A lot of things have changed in my life since my separation. New home, fairly new routines, new car, even now a new job (well, same job different project, but still). They say the only thing constant is change. There was one particular thing that was really different that I certainly did not expect. I am an avid home cook. I love to get in the kitchen and prepare delicious meals. I basically would cook every night for the two of us adults (the children’s palates are, shall we say, less developed for Mommy’s cooking). He always loved my cooking and would make that well known so cooking us dinner was a joyful, loving experience. In the end, I didn’t cook as much, it was too exhausting. It wasn’t enjoyable anymore.
When I settled into my new home, I wanted to get back into the kitchen again. I knew it was something that made me happy and I needed to renew the joy for myself. So, I set about cooking myself the meals that I had made for me and my ex. A strange thing happened. They didn’t taste good anymore. My absolute favorite meals fell flat and I didn’t understand why. So, I stopped trying to make a “recipe” and just stuck to meat, veg, starch, seasoned accordingly. BORING. I like a fancy meal, it makes me happy. So, I realized that the meals I was making were still meals “for us” and not meals “for me.” When you cook with love, it shows in the food, and I was cooking meals that I loved but I wasn’t cooking them WITH love, so they tasted bland and uninspired. So, I am making a pledge to get back into the kitchen for ME. Because I need to love myself and feed myself with love.
I started this past weekend with a new recipe: Chicken Cacciatore from the Scottos on the Today show. I liked this recipe for three reasons: 1. It required me butchering down a whole chicken, which I love to do (I know, I’m a weirdo), 2. It is a one pot dish which saves on washing, and 3. It would provide me with 4 meals that are perfect for work lunches or a dinner reheat. #3 is my trick for cooking for one… cook for 2 or 3 or 4 and you can feed yourself for days.
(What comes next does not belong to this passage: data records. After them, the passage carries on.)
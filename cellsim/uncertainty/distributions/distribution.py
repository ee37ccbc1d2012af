"""What a distribution is: how likely values are, and which value belongs to a probability."""

from __future__ import annotations

import dataclasses
from abc import ABC, abstractmethod
from dataclasses import dataclass
from typing import ClassVar

import numpy as np
import numpy.typing as npt
from scipy import special

FloatArray = npt.NDArray[np.float64]


@dataclass(frozen=True, kw_only=True)
class Distribution(ABC):
    """One distribution of one number. Every method works elementwise and leaves its argument alone.

    Attributes:
        discrete: Whether it takes separate values only.
        family: Name of the family that it was asked for.
        words: The family and the parameters that it was asked for, as a reader meets them.
    """

    discrete: ClassVar[bool] = False
    family: str = dataclasses.field(default="", compare=False)
    words: str = dataclasses.field(default="", compare=False)

    @property
    @abstractmethod
    def mean(self) -> float:
        """The mean."""

    @property
    @abstractmethod
    def sd(self) -> float:
        """The standard deviation."""

    @property
    @abstractmethod
    def lower(self) -> float:
        """The lower bound, -inf if there is none."""

    @property
    @abstractmethod
    def upper(self) -> float:
        """The upper bound, inf if there is none."""

    @abstractmethod
    def cdf(self, x: FloatArray) -> FloatArray:
        """The probability of a value at or below `x`."""

    @abstractmethod
    def survival(self, x: FloatArray) -> FloatArray:
        """The probability of a value above `x`, to full precision however small it is."""

    @abstractmethod
    def density(self, x: FloatArray) -> FloatArray:
        """The probability density at `x`; of a discrete distribution, the probability of `x`."""

    @abstractmethod
    def inverse(self, p: FloatArray, q: FloatArray) -> FloatArray:
        """The value with probability `p` below it and `q` above it.

        Args:
            p: Probabilities.
            q: `1 - p`; given beside `p` so that neither tail loses precision.
        """

    def quantile(self, u: FloatArray) -> FloatArray:
        """The value with probability `u` at or below it, for `u` inside (0, 1)."""
        return self.inverse(u, 1.0 - u)

    def at_score(self, z: FloatArray) -> FloatArray:
        """The value as far out as `z` is in the standard normal distribution."""
        return self.inverse(special.ndtr(z), special.ndtr(-z))

    @property
    def breaks(self) -> tuple[float, ...]:
        """The values inside the bounds where the density has a kink or a step, rising."""
        return ()

    def restricted(self, floor: float, cap: float) -> Distribution | None:  # noqa: ARG002
        """The distribution between two bounds if it has a way of its own, else None.

        Raises:
            ParameterError: Nothing of the distribution lies there.
        """
        return None

    def describe(self) -> str:
        """The family and its parameters in words, such as `uniform, low 0, high 1`."""
        return self.words or self.family


class ScoreDistribution(Distribution):
    """A distribution whose value is easiest to tell from the normal score."""

    @abstractmethod
    def at_score(self, z: FloatArray) -> FloatArray:
        """The value as far out as `z` is in the standard normal distribution."""

    def inverse(self, p: FloatArray, q: FloatArray) -> FloatArray:
        """The value with probability `p` below it and `q` above it."""
        return self.at_score(normal_score(p, q))

    def quantile(self, u: FloatArray) -> FloatArray:
        """The value with probability `u` at or below it, for `u` inside (0, 1)."""
        return self.at_score(special.ndtri(u))


def normal_score(p: FloatArray, q: FloatArray) -> FloatArray:
    """The standard normal quantile at `p`, given `q = 1 - p` to full precision as well."""
    score: FloatArray = special.ndtri(np.minimum(p, q))
    return np.where(p <= q, score, -score)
Anyways, so I set to work. First: to butcher the chicken. I find it a very zen activity, which some people find strange. Plus, sometimes the whole chicken is on sale for around $3.00. I also save the carcasses and freeze them to make chicken stock later. Anyways, so I took knife to bird and got the job done.
Two breasts, two drumsticks, two thighs for the recipe and the wings, tenders, and carcass into the freezer for later use. Ahhhh that felt good. Maybe it’s a little bit of agression getting out (popping joints is therapeutic, people), maybe it’s the satisfaction of a job well done, maybe it’s feeling like more of a professional in the kitchen. Maybe it’s all of it. I just love butchering me a chicken. Call me crazy.
So then I set to prepping the rest of the ingredients and got everything ready.
Ah, the beauty of mise en place, everything in its place. I was ready. I was excited. This was going to be the meal that brought me BACK into the kitchen. Hmm…. I hope it’s actually, you know… GOOD.
After simmering and bubbling on the stove for what seemed like an ETERNITY…
I ended up with complete and total chicken deliciousness. This was what I was craving. This was the meal I need to feed me body, my heart, and my soul. A meal made just for me. Out of love. Because, after all, if I don’t love me, who else can?